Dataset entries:
_ _ _ _ _ _ _
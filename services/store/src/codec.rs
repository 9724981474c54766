//! Every persisted format of the store, in one place. The first byte of
//! every value is its format version, so a later build can migrate or
//! refuse old data instead of misreading it.
//!
//! | record | version | layout |
//! | --- | --- | --- |
//! | journey | 1 | version, wake flag (1 byte), wake (8 bytes big endian), bincode of [`Journey`] |
//! | clock | 1 | version, largest event time seen (8 bytes BE), watermark (8 bytes BE) |
//! | path statistics (snapshots; partitions before counter keys) | 1 | version, JSON of [`PathStats`] (the serde form documented there) |
//! | path-statistics counters (key `p` ...) | 2 | see `stats_keys.rs` |
//! | input offset | none | 8 bytes big endian (a bare offset, unchanged since the first release) |
//! | decision (key `d` + offset + kind) | none | `f`: a future-dated event rejected at that offset (empty value); `a`: a processing-time advance of the watermark after that offset (8 bytes BE) |
//! | active snapshot (`m` `snapshot`) | none | the `model_version` the partition credits with (UTF-8) |
//! | snapshot (tree `snapshots`, key = version) | 1 | as path statistics |

use apportion_engine::datadriven::PathStats;
use apportion_engine::Journey;

use crate::StoreError;

/// Current format version of clock records.
pub const CLOCK_FORMAT_VERSION: u8 = 1;
/// Current format version of path-statistics records (the JSON form of
/// snapshots; also the per-partition blob of earlier builds).
pub const STATS_FORMAT_VERSION: u8 = 1;

/// A partition's event-time clock: the largest event time seen and the
/// watermark (both `i64::MIN` before any event).
#[derive(Debug, Clone, Copy, PartialEq, Eq)]
pub struct Clock {
    /// Largest event time applied.
    pub max_ts: i64,
    /// Current watermark.
    pub watermark: i64,
}

impl Default for Clock {
    fn default() -> Self {
        Clock { max_ts: i64::MIN, watermark: i64::MIN }
    }
}

/// Encodes a clock record.
pub fn encode_clock(c: &Clock) -> Vec<u8> {
    let mut b = Vec::with_capacity(17);
    b.push(CLOCK_FORMAT_VERSION);
    b.extend_from_slice(&c.max_ts.to_be_bytes());
    b.extend_from_slice(&c.watermark.to_be_bytes());
    b
}

/// Decodes a clock record.
pub fn decode_clock(b: &[u8]) -> Result<Clock, StoreError> {
    match b.first() {
        Some(&CLOCK_FORMAT_VERSION) if b.len() == 17 => Ok(Clock {
            max_ts: i64::from_be_bytes(b[1..9].try_into().expect("8 bytes")),
            watermark: i64::from_be_bytes(b[9..17].try_into().expect("8 bytes")),
        }),
        Some(&CLOCK_FORMAT_VERSION) => {
            Err(StoreError::Corrupt { prefix: 'm', detail: format!("clock record of {} bytes, expected 17", b.len()) })
        }
        Some(&v) => Err(StoreError::UnknownVersion { found: v, expected: CLOCK_FORMAT_VERSION }),
        None => Err(StoreError::Corrupt { prefix: 'm', detail: "empty clock record".into() }),
    }
}

/// Encodes a path-statistics record.
pub fn encode_stats(stats: &PathStats) -> Vec<u8> {
    let mut b = vec![STATS_FORMAT_VERSION];
    serde_json::to_writer(&mut b, stats).expect("statistics serialize");
    b
}

/// Decodes a path-statistics record, refusing statistics of another Markov
/// order than `markov_order` (they cannot be merged with this
/// configuration's).
pub fn decode_stats(b: &[u8], markov_order: usize) -> Result<PathStats, StoreError> {
    match b.split_first() {
        Some((&STATS_FORMAT_VERSION, body)) => {
            let stats: PathStats = serde_json::from_slice(body)
                .map_err(|e| StoreError::Corrupt { prefix: 'm', detail: format!("path statistics: {e}") })?;
            if stats.markov_order() != markov_order {
                return Err(StoreError::MarkovOrder { stored: stats.markov_order(), configured: markov_order });
            }
            Ok(stats)
        }
        Some((&v, _)) => Err(StoreError::UnknownVersion { found: v, expected: STATS_FORMAT_VERSION }),
        None => Err(StoreError::Corrupt { prefix: 'm', detail: "empty path statistics record".into() }),
    }
}

/// Decodes a stored input offset.
pub fn decode_offset(b: &[u8]) -> Result<i64, StoreError> {
    let a: [u8; 8] = b
        .try_into()
        .map_err(|_| StoreError::Corrupt { prefix: 'o', detail: format!("offset of {} bytes, expected 8", b.len()) })?;
    Ok(i64::from_be_bytes(a))
}

/// Current format version of journey records.
pub const JOURNEY_FORMAT_VERSION: u8 = 1;

/// A journey as stored, with its wake time.
#[derive(Debug, Clone, PartialEq)]
pub struct StoredJourney {
    /// Next wake-up watermark.
    pub wake: Option<i64>,
    /// The journey.
    pub journey: Journey,
}

/// Encodes a journey record: version, wake flag and time, bincode body.
pub fn encode_journey(wake: Option<i64>, journey: &Journey) -> Vec<u8> {
    let mut out = Vec::with_capacity(64);
    out.push(JOURNEY_FORMAT_VERSION);
    match wake {
        Some(w) => {
            out.push(1);
            out.extend_from_slice(&w.to_be_bytes());
        }
        None => {
            out.push(0);
            out.extend_from_slice(&[0; 8]);
        }
    }
    bincode::serialize_into(&mut out, journey).expect("journeys always serialize");
    out
}

/// The wake time of a journey record and the encoded journey after it,
/// checking the version and length (the journey is not decoded).
pub(crate) fn journey_header(bytes: &[u8]) -> Result<(Option<i64>, &[u8]), StoreError> {
    let corrupt = |d: &str| StoreError::Corrupt { prefix: 'j', detail: d.to_string() };
    let (&version, rest) = bytes.split_first().ok_or_else(|| corrupt("empty record"))?;
    if version != JOURNEY_FORMAT_VERSION {
        return Err(StoreError::UnknownVersion { found: version, expected: JOURNEY_FORMAT_VERSION });
    }
    if rest.len() < 9 {
        return Err(corrupt("record too short"));
    }
    let wake = (rest[0] == 1).then(|| i64::from_be_bytes(rest[1..9].try_into().expect("8 bytes")));
    Ok((wake, &rest[9..]))
}

/// Decodes a journey record.
pub fn decode_journey(bytes: &[u8]) -> Result<StoredJourney, StoreError> {
    let (wake, body) = journey_header(bytes)?;
    let journey = bincode::deserialize(body).map_err(|e| StoreError::Corrupt { prefix: 'j', detail: e.to_string() })?;
    Ok(StoredJourney { wake, journey })
}

/// Order-preserving encoding of an i64 (sign bit flipped, big endian).
pub(crate) fn ordered_i64(v: i64) -> [u8; 8] {
    ((v as u64) ^ (1 << 63)).to_be_bytes()
}

/// Inverse of [`ordered_i64`].
pub(crate) fn from_ordered_i64(b: &[u8]) -> i64 {
    (u64::from_be_bytes(b.try_into().expect("8 bytes")) ^ (1 << 63)) as i64
}

/// A decision that depended on processing time (or on where a batch
/// ended), recorded with the input offset it applies at, so that a
/// redelivery of the same messages makes it again (docs/contract.md,
/// "Determinism").
#[derive(Debug, Clone, PartialEq, Eq, PartialOrd, Ord)]
pub enum Decision {
    /// The event at `offset` was rejected as too far in the future.
    FutureRejected {
        /// Offset of the event.
        offset: i64,
    },
    /// After the message at `after_offset`, the watermark moved to
    /// `watermark` by processing time (an idle partition).
    Advance {
        /// Offset of the last message before the advance.
        after_offset: i64,
        /// The new watermark.
        watermark: i64,
    },
    /// The output of the messages up to `through_offset` was written (or
    /// about to be) before their commit, credited with the model snapshot
    /// `snapshot`: a redelivery credits with it up to that offset, so the
    /// rows it writes again are the same rows.
    OutputWritten {
        /// Offset of the batch's last message.
        through_offset: i64,
        /// Version of the snapshot the output was credited with.
        snapshot: String,
    },
}

impl Decision {
    /// The offset the decision is keyed by.
    pub fn offset(&self) -> i64 {
        match *self {
            Decision::FutureRejected { offset } => offset,
            Decision::Advance { after_offset, .. } => after_offset,
            Decision::OutputWritten { through_offset, .. } => through_offset,
        }
    }

    pub(crate) fn key(&self) -> Vec<u8> {
        let mut k = Vec::with_capacity(10);
        k.push(b'd');
        k.extend_from_slice(&ordered_i64(self.offset()));
        k.push(match self {
            Decision::FutureRejected { .. } => b'f',
            Decision::Advance { .. } => b'a',
            Decision::OutputWritten { .. } => b'w',
        });
        k
    }

    pub(crate) fn value(&self) -> Vec<u8> {
        match self {
            Decision::FutureRejected { .. } => Vec::new(),
            Decision::Advance { watermark, .. } => watermark.to_be_bytes().to_vec(),
            Decision::OutputWritten { snapshot, .. } => snapshot.as_bytes().to_vec(),
        }
    }

    pub(crate) fn decode(key: &[u8], value: &[u8]) -> Result<Decision, StoreError> {
        let corrupt = |d: &str| StoreError::Corrupt { prefix: 'd', detail: d.to_string() };
        if key.len() != 10 {
            return Err(corrupt("decision key of the wrong length"));
        }
        let offset = from_ordered_i64(&key[1..9]);
        match key[9] {
            b'f' => Ok(Decision::FutureRejected { offset }),
            b'w' => match std::str::from_utf8(value) {
                Ok(v) if !v.is_empty() => {
                    Ok(Decision::OutputWritten { through_offset: offset, snapshot: v.to_string() })
                }
                _ => Err(corrupt("output mark without a snapshot version")),
            },
            b'a' => {
                let w: [u8; 8] = value.try_into().map_err(|_| corrupt("advance without an 8-byte watermark"))?;
                Ok(Decision::Advance { after_offset: offset, watermark: i64::from_be_bytes(w) })
            }
            _ => Err(corrupt("unknown decision kind")),
        }
    }
}

#[cfg(test)]
mod decision_tests {
    use super::*;

    /// Every kind reads back as written, and keys sort by offset first
    /// (a commit forgets the decisions at or before its offset by a range).
    /// Values derived by hand from the key layout in lib.rs (`d` + offset
    /// + kind).
    #[test]
    fn decisions_read_back_and_sort_by_offset() {
        let all = [
            Decision::OutputWritten { through_offset: -1, snapshot: "o1-ab".into() },
            Decision::FutureRejected { offset: 7 },
            Decision::Advance { after_offset: 7, watermark: -5 },
            Decision::OutputWritten { through_offset: 8, snapshot: "o2-cd".into() },
        ];
        for d in &all {
            assert_eq!(&Decision::decode(&d.key(), &d.value()).unwrap(), d);
        }
        assert!(Decision::decode(&all[0].key(), &[]).is_err(), "an output mark names its snapshot");
        let mut keys: Vec<Vec<u8>> = all.iter().rev().map(Decision::key).collect();
        keys.sort();
        let offsets: Vec<i64> = keys.iter().map(|k| from_ordered_i64(&k[1..9])).collect();
        assert_eq!(offsets, [-1, 7, 7, 8]);
        let mut bad = all[0].key();
        bad[9] = b'?';
        assert!(Decision::decode(&bad, &[]).is_err());
    }
}
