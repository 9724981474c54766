//! One partition's state: journeys with a write-back cache, the wake index,
//! duplicate detection, offsets and metadata, committed in one sled batch.

use std::collections::{BTreeSet, HashMap, HashSet};

use apportion_engine::{Journey, JourneyStore, UserKey};

use crate::codec::{decode_journey, encode_journey, from_ordered_i64, ordered_i64};
use crate::StoreError;

const J: u8 = b'j';
const W: u8 = b'w';
const E: u8 = b'e';
const F: u8 = b'f';
const O: u8 = b'o';
const M: u8 = b'm';

#[derive(Debug, Clone)]
struct Cached {
    journey: Option<Journey>,
    wake: Option<i64>,
    persisted_wake: Option<i64>,
    persisted_exists: bool,
    dirty: bool,
    bytes: usize,
}

/// The state of one input partition. Implements the engine's
/// [`JourneyStore`]; [`PartitionStore::commit`] writes all changes made
/// since the last commit (plus the offsets and metadata staged with
/// [`PartitionStore::stage_offset`] / [`PartitionStore::stage_meta`]) in one
/// atomic sled batch.
pub struct PartitionStore {
    tree: sled::Tree,
    db: sled::Db,
    cache: HashMap<UserKey, Cached>,
    pending_wake: BTreeSet<(i64, UserKey)>,
    pending_seen: HashMap<u128, i64>,
    staged: Vec<(Vec<u8>, Option<Vec<u8>>)>,
    bytes: usize,
    budget: usize,
    scanned_upto: i64,
    open_journeys: u64,
}

fn jkey(k: &UserKey) -> Vec<u8> {
    let mut v = Vec::with_capacity(33);
    v.push(J);
    v.extend_from_slice(&k.0);
    v
}

fn wkey(wake: i64, k: &UserKey) -> Vec<u8> {
    let mut v = Vec::with_capacity(41);
    v.push(W);
    v.extend_from_slice(&ordered_i64(wake));
    v.extend_from_slice(&k.0);
    v
}

fn journey_bytes(j: &Journey) -> usize {
    let t: usize = j
        .touches
        .iter()
        .map(|t| 96 + t.event_id.len() + t.channel.len() + t.campaign.as_ref().map_or(0, |c| c.len()))
        .sum();
    let c: usize = j.pending.iter().map(|c| 112 + c.event_id.len() + c.goal.len()).sum();
    160 + t + c
}

impl PartitionStore {
    pub(crate) fn new(tree: sled::Tree, db: sled::Db, budget: usize) -> Result<Self, StoreError> {
        let open_journeys = tree.scan_prefix([J]).count() as u64;
        Ok(PartitionStore {
            tree,
            db,
            cache: HashMap::new(),
            pending_wake: BTreeSet::new(),
            pending_seen: HashMap::new(),
            staged: Vec::new(),
            bytes: 0,
            budget,
            scanned_upto: i64::MIN,
            open_journeys,
        })
    }

    /// Open journeys (committed state plus uncommitted changes).
    pub fn open_journeys(&self) -> u64 {
        let mut n = self.open_journeys as i64;
        for c in self.cache.values().filter(|c| c.dirty) {
            match (c.persisted_exists, c.journey.is_some()) {
                (false, true) => n += 1,
                (true, false) => n -= 1,
                _ => {}
            }
        }
        n.max(0) as u64
    }

    /// Bytes held by cached journeys (approximate).
    pub fn cached_bytes(&self) -> usize {
        self.bytes
    }

    fn entry(&mut self, key: &UserKey) -> Result<&mut Cached, StoreError> {
        if !self.cache.contains_key(key) {
            let (journey, wake) = match self.tree.get(jkey(key))? {
                Some(v) => {
                    let s = decode_journey(&v)?;
                    (Some(s.journey), s.wake)
                }
                None => (None, None),
            };
            let bytes = journey.as_ref().map_or(64, journey_bytes);
            self.bytes += bytes;
            let exists = journey.is_some();
            self.cache.insert(
                *key,
                Cached { journey, wake, persisted_wake: wake, persisted_exists: exists, dirty: false, bytes },
            );
        }
        Ok(self.cache.get_mut(key).expect("just inserted"))
    }

    /// Returns true if `digest` (of an event id) was not seen before, and
    /// marks it seen as of event time `ts` (written at the next commit).
    pub fn mark_seen(&mut self, digest: u128, ts: i64) -> Result<bool, StoreError> {
        if self.pending_seen.contains_key(&digest) {
            return Ok(false);
        }
        let mut k = [0u8; 17];
        k[0] = E;
        k[1..].copy_from_slice(&digest.to_be_bytes());
        if self.tree.contains_key(k)? {
            return Ok(false);
        }
        self.pending_seen.insert(digest, ts);
        Ok(true)
    }

    /// Forgets event ids seen with event time before `before` (bounded
    /// duplicate-detection horizon). Returns how many were removed.
    pub fn prune_seen(&mut self, before: i64) -> Result<usize, StoreError> {
        let mut end = vec![F];
        end.extend_from_slice(&ordered_i64(before));
        let mut batch = sled::Batch::default();
        let mut n = 0;
        for item in self.tree.range(vec![F]..end) {
            let (k, _) = item?;
            let mut e = vec![E];
            e.extend_from_slice(&k[9..25]);
            batch.remove(e);
            batch.remove(k);
            n += 1;
        }
        self.tree.apply_batch(batch)?;
        Ok(n)
    }

    /// Stages an input offset to be committed with the next batch.
    pub fn stage_offset(&mut self, source: &str, offset: i64) {
        let mut k = vec![O];
        k.extend_from_slice(source.as_bytes());
        self.staged.push((k, Some(offset.to_be_bytes().to_vec())));
    }

    /// The committed offset of `source`.
    pub fn offset(&self, source: &str) -> Result<Option<i64>, StoreError> {
        let mut k = vec![O];
        k.extend_from_slice(source.as_bytes());
        Ok(self.tree.get(k)?.map(|v| i64::from_be_bytes(v.as_ref().try_into().unwrap_or([0; 8]))))
    }

    /// Stages a metadata blob (e.g. path statistics, watermark).
    pub fn stage_meta(&mut self, name: &str, value: Vec<u8>) {
        let mut k = vec![M];
        k.extend_from_slice(name.as_bytes());
        self.staged.push((k, Some(value)));
    }

    /// A committed metadata blob.
    pub fn meta(&self, name: &str) -> Result<Option<Vec<u8>>, StoreError> {
        let mut k = vec![M];
        k.extend_from_slice(name.as_bytes());
        Ok(self.tree.get(k)?.map(|v| v.to_vec()))
    }

    /// Writes every change since the last commit in one atomic batch. With
    /// `durable`, also waits until sled has it on disk.
    pub fn commit(&mut self, durable: bool) -> Result<(), StoreError> {
        self.commit_inner(durable, usize::MAX)
    }

    fn commit_inner(&mut self, durable: bool, chunk: usize) -> Result<(), StoreError> {
        let mut batch = sled::Batch::default();
        let mut in_batch = 0usize;
        let mut delta: i64 = 0;
        for (key, c) in self.cache.iter_mut().filter(|(_, c)| c.dirty) {
            if in_batch >= chunk {
                self.tree.apply_batch(std::mem::take(&mut batch))?;
                in_batch = 0;
            }
            in_batch += 1;
            if let Some(w) = c.persisted_wake {
                batch.remove(wkey(w, key));
            }
            match &c.journey {
                Some(j) => {
                    batch.insert(jkey(key), encode_journey(c.wake, j));
                    if let Some(w) = c.wake {
                        batch.insert(wkey(w, key), &[][..]);
                    }
                    if !c.persisted_exists {
                        delta += 1;
                    }
                }
                None => {
                    batch.remove(jkey(key));
                    if c.persisted_exists {
                        delta -= 1;
                    }
                }
            }
        }
        for (digest, ts) in &self.pending_seen {
            let d = digest.to_be_bytes();
            let mut e = vec![E];
            e.extend_from_slice(&d);
            batch.insert(e, &ordered_i64(*ts)[..]);
            let mut f = vec![F];
            f.extend_from_slice(&ordered_i64(*ts));
            f.extend_from_slice(&d);
            batch.insert(f, &[][..]);
        }
        for (k, v) in self.staged.drain(..) {
            match v {
                Some(v) => batch.insert(k, v),
                None => batch.remove(k),
            }
        }
        self.tree.apply_batch(batch)?;
        if durable {
            self.db.flush()?;
        }
        self.open_journeys = (self.open_journeys as i64 + delta).max(0) as u64;
        self.pending_seen.clear();
        self.pending_wake.clear();
        let mut removed = Vec::new();
        for (key, c) in self.cache.iter_mut() {
            if c.dirty {
                c.dirty = false;
                c.persisted_wake = c.wake;
                c.persisted_exists = c.journey.is_some();
                if c.journey.is_none() {
                    removed.push(*key);
                }
            }
        }
        for k in removed {
            if let Some(c) = self.cache.remove(&k) {
                self.bytes -= c.bytes;
            }
        }
        if self.bytes > self.budget {
            // All entries are clean now: drop them; hot users come back on demand.
            self.cache.clear();
            self.bytes = 0;
        }
        Ok(())
    }

    /// Writes the cached changes to sled only when the cache has grown past
    /// its byte budget (then evicts). For `replay`, which needs no
    /// durability between events: journeys stay in memory while they fit,
    /// and the store bounds memory when they do not.
    pub fn spill_if_over_budget(&mut self) -> Result<bool, StoreError> {
        if self.bytes > self.budget {
            // No durability needed here: smaller sled batches keep sled's
            // own memory small.
            self.commit_inner(false, 10_000)?;
            return Ok(true);
        }
        Ok(false)
    }

    /// Drops uncommitted changes (after a failed batch).
    pub fn rollback(&mut self) {
        self.cache.clear();
        self.bytes = 0;
        self.pending_seen.clear();
        self.pending_wake.clear();
        self.staged.clear();
        self.scanned_upto = i64::MIN;
    }
}

impl JourneyStore for PartitionStore {
    type Error = StoreError;

    fn load(&mut self, key: &UserKey) -> Result<Option<Journey>, StoreError> {
        Ok(self.entry(key)?.journey.clone())
    }

    fn save(&mut self, key: &UserKey, journey: Journey, wake: Option<i64>) -> Result<(), StoreError> {
        let (old_wake, old_dirty, old_bytes) = {
            let c = self.entry(key)?;
            (c.wake, c.dirty, c.bytes)
        };
        if old_dirty {
            if let Some(w) = old_wake {
                self.pending_wake.remove(&(w, *key));
            }
        }
        let present = !journey.is_empty();
        let bytes = if present { journey_bytes(&journey) } else { 64 };
        let wake = if present { wake } else { None };
        if let Some(w) = wake {
            self.pending_wake.insert((w, *key));
        }
        let c = self.cache.get_mut(key).expect("entry loaded");
        c.journey = present.then_some(journey);
        c.wake = wake;
        c.dirty = true;
        c.bytes = bytes;
        self.bytes = self.bytes + bytes - old_bytes;
        Ok(())
    }

    fn due(&mut self, watermark: i64) -> Result<Vec<UserKey>, StoreError> {
        let mut found: BTreeSet<(i64, UserKey)> = BTreeSet::new();
        if watermark > self.scanned_upto {
            let mut start = vec![W];
            start.extend_from_slice(&ordered_i64(self.scanned_upto.saturating_add(1)));
            let mut end = vec![W];
            end.extend_from_slice(&ordered_i64(watermark));
            end.extend_from_slice(&[0xff; 33]);
            let mut candidates = Vec::new();
            for item in self.tree.range(start..end) {
                let (k, _) = item?;
                let wake = from_ordered_i64(&k[1..9]);
                let key = UserKey(k[9..41].try_into().map_err(|_| StoreError::Corrupt {
                    prefix: 'w',
                    detail: "short wake key".into(),
                })?);
                candidates.push((wake, key));
            }
            for (wake, key) in candidates {
                // The cache is authoritative when it has the user.
                match self.cache.get(&key) {
                    Some(c) if c.dirty => {}
                    _ => {
                        found.insert((wake, key));
                    }
                }
            }
            self.scanned_upto = watermark;
        }
        let max_key = UserKey([0xff; 32]);
        found.extend(self.pending_wake.range(..=(watermark, max_key)).copied());
        let mut seen = HashSet::new();
        Ok(found.into_iter().filter(|(_, k)| seen.insert(*k)).map(|(_, k)| k).collect())
    }

    fn keys(&mut self) -> Result<Vec<UserKey>, StoreError> {
        // Persisted keys plus cached ones; a key whose cached state is
        // "removed" may still be listed and loads as None.
        let mut out: std::collections::BTreeSet<UserKey> =
            self.cache.iter().filter(|(_, c)| c.journey.is_some()).map(|(k, _)| *k).collect();
        for item in self.tree.scan_prefix([J]) {
            let (k, _) = item?;
            if let Ok(a) = k[1..].try_into() {
                out.insert(UserKey(a));
            }
        }
        Ok(out.into_iter().collect())
    }
}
_ _ _ _ _ _ _
TASK STATEMENT
Copy, please, exactly the lines that start at the first line of the data and end at the line containing "watermark (8 bytes BE) |", both kept and no others.

ANSWER FOR THIS EXERCISE
filename services/store/src/codec.rs
repository 9724981474c54766
//! Every persisted format of the store, in one place. The first byte of
//! every value is its format version, so a later build can migrate or
//! refuse old data instead of misreading it.
//!
//! | record | version | layout |
//! | --- | --- | --- |
//! | journey | 1 | version, wake flag (1 byte), wake (8 bytes big endian), bincode of [`Journey`] |
//! | clock | 1 | version, largest event time seen (8 bytes BE), watermark (8 bytes BE) |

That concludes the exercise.